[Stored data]
——————

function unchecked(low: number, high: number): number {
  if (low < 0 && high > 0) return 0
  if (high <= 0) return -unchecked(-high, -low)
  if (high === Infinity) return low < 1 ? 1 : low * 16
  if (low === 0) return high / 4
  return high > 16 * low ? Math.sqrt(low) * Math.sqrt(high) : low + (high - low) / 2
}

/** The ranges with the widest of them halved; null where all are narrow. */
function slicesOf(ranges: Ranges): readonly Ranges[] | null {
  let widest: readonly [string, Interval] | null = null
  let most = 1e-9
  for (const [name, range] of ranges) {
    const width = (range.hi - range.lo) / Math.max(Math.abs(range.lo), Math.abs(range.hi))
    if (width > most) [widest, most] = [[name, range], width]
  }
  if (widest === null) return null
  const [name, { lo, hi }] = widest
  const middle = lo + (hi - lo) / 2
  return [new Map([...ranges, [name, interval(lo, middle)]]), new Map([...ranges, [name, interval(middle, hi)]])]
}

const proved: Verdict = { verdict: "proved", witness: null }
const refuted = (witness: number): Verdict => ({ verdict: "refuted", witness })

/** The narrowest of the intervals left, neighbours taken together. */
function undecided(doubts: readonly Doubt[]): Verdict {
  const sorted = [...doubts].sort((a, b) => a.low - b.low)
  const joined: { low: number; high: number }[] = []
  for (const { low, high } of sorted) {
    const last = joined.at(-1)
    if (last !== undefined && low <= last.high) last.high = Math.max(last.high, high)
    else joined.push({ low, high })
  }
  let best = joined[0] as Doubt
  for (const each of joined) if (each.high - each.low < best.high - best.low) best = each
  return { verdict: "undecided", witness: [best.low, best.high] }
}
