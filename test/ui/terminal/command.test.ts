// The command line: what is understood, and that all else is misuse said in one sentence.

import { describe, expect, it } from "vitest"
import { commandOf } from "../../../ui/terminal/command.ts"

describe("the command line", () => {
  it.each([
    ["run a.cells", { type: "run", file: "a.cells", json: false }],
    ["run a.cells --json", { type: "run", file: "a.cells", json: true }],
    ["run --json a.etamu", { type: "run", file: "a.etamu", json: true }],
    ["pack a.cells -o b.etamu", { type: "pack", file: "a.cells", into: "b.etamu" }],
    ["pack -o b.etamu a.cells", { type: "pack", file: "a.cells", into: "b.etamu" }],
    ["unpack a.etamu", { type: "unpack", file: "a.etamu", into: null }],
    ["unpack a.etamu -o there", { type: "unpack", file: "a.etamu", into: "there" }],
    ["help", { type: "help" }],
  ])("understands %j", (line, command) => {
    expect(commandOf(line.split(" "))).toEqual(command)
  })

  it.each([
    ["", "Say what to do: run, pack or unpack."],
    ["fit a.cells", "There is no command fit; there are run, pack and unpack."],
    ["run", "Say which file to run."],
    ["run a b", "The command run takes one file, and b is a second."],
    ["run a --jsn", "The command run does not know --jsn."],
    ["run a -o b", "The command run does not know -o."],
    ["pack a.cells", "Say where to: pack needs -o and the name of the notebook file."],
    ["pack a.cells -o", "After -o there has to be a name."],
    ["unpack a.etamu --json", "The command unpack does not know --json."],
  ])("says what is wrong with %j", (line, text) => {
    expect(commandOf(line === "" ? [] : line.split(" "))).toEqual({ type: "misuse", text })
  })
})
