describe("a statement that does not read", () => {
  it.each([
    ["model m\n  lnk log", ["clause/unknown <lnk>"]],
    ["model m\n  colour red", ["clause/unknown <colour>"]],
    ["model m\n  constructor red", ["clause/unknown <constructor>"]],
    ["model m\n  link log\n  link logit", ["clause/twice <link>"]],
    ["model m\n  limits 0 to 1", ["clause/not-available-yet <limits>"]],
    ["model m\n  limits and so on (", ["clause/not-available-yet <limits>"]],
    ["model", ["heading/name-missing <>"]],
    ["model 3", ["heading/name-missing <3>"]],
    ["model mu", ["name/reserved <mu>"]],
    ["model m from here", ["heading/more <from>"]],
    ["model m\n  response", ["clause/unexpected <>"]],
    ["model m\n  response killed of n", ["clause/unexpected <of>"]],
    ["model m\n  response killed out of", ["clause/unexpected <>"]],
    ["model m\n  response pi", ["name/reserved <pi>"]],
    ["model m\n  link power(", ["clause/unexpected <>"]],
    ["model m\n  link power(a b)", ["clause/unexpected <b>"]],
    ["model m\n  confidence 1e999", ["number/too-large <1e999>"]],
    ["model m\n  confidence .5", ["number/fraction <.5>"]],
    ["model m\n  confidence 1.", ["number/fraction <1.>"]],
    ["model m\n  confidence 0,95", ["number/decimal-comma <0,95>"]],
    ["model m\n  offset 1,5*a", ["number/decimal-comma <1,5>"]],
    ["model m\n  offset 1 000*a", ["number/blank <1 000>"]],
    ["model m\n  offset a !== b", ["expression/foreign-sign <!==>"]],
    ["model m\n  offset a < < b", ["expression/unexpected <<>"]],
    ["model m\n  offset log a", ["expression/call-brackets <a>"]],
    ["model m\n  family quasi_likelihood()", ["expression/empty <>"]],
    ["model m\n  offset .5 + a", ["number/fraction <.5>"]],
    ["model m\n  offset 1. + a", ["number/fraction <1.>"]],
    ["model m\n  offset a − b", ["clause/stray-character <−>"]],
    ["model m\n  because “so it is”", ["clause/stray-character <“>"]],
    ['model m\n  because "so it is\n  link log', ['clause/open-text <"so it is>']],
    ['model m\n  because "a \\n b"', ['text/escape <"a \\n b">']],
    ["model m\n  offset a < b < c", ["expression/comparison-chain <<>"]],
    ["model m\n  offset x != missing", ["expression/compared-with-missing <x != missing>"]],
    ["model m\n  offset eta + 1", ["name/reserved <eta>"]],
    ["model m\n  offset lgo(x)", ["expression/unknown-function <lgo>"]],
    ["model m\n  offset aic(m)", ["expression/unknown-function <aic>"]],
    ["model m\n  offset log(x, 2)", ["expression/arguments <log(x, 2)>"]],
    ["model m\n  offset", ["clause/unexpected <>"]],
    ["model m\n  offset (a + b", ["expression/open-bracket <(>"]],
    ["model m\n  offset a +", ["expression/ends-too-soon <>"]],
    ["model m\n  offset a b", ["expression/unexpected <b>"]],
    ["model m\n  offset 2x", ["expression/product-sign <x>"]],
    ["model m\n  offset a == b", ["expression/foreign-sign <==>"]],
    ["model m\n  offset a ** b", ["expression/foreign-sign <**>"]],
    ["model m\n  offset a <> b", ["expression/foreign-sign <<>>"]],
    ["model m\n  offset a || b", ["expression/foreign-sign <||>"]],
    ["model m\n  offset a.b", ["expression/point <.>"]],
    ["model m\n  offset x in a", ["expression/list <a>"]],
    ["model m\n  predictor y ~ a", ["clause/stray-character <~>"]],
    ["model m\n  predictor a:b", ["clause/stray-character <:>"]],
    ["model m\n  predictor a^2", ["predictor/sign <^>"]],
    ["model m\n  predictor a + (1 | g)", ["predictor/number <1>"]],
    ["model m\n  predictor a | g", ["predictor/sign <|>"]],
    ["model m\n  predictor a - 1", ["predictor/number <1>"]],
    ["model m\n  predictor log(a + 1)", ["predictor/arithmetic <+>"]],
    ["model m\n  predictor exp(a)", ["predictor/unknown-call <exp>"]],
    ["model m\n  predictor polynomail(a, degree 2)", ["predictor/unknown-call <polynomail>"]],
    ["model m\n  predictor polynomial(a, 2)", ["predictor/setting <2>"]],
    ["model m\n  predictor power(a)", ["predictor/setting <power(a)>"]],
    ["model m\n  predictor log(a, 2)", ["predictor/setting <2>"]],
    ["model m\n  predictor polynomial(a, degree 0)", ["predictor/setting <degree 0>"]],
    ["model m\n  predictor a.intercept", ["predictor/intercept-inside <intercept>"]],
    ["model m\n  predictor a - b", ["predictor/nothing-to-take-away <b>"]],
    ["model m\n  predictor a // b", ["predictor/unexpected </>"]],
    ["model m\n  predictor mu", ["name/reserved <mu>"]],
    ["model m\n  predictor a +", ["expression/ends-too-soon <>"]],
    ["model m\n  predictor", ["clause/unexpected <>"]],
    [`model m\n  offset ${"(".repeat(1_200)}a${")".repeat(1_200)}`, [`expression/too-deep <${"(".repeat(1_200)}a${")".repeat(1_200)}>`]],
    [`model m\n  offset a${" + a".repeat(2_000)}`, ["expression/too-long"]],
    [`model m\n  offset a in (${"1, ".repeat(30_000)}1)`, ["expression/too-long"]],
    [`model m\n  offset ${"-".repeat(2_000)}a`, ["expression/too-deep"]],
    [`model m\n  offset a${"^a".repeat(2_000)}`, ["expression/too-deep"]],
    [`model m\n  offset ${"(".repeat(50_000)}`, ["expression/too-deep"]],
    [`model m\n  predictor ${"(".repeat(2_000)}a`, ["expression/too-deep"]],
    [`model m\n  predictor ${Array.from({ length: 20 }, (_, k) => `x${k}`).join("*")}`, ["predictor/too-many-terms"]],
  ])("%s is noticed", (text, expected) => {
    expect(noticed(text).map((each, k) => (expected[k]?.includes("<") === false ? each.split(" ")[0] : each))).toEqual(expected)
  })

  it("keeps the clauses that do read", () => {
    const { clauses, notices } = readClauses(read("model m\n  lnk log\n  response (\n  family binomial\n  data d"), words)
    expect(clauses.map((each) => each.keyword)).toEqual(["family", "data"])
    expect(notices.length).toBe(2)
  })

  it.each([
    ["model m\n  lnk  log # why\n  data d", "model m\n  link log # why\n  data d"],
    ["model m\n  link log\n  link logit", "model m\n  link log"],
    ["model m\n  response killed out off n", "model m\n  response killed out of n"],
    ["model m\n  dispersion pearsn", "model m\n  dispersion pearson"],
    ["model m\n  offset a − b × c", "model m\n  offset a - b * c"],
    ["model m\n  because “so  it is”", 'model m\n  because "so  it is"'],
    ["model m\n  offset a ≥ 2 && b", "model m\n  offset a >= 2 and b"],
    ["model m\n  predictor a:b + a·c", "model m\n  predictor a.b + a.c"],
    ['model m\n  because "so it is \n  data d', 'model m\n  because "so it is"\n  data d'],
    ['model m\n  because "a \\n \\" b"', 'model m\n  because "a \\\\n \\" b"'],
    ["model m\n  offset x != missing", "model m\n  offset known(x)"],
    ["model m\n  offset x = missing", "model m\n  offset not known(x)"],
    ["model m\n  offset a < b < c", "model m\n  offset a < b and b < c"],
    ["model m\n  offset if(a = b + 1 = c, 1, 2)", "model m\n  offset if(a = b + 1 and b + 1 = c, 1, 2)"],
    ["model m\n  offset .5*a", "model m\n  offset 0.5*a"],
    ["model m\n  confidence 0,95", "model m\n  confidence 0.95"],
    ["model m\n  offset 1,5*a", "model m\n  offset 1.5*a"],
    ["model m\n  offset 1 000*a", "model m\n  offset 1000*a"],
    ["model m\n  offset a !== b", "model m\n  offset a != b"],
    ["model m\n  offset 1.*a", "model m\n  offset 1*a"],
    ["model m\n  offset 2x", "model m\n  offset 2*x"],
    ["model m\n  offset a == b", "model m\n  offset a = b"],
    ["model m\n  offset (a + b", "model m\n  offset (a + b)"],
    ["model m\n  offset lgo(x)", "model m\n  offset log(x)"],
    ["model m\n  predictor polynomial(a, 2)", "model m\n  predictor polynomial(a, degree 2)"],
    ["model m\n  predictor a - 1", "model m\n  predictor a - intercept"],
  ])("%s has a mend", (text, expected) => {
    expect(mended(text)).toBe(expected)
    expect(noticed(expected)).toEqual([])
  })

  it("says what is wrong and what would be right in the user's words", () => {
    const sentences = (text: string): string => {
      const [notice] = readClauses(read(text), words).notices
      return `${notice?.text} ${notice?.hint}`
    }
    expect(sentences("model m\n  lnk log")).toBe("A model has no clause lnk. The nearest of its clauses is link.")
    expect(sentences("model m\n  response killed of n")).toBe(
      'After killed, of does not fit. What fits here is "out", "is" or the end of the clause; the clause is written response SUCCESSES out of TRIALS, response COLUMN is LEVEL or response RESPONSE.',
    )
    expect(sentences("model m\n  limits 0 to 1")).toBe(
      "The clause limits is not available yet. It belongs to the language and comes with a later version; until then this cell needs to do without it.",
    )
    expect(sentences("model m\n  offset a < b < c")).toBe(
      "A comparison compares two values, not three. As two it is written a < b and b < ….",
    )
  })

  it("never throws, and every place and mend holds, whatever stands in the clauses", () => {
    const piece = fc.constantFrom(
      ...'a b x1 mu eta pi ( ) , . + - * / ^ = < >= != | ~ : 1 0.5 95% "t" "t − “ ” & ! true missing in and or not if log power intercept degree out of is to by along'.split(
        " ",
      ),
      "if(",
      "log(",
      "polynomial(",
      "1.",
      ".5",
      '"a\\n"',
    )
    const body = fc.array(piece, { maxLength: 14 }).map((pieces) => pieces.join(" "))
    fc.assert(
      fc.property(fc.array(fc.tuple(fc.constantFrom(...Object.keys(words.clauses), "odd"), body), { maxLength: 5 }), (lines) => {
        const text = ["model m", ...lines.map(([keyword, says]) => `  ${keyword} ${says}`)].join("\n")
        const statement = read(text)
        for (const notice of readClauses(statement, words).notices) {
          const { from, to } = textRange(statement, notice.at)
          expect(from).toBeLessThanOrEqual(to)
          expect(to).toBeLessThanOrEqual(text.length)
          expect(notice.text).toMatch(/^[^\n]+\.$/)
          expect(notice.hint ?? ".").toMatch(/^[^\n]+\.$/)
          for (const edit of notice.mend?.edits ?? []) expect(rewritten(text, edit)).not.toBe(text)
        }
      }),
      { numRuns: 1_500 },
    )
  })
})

——————

### [WHAT TO PRODUCE]
Report the number of lines in the records that include the string "import", and write no other words.

### [ANSWER SECTION]
2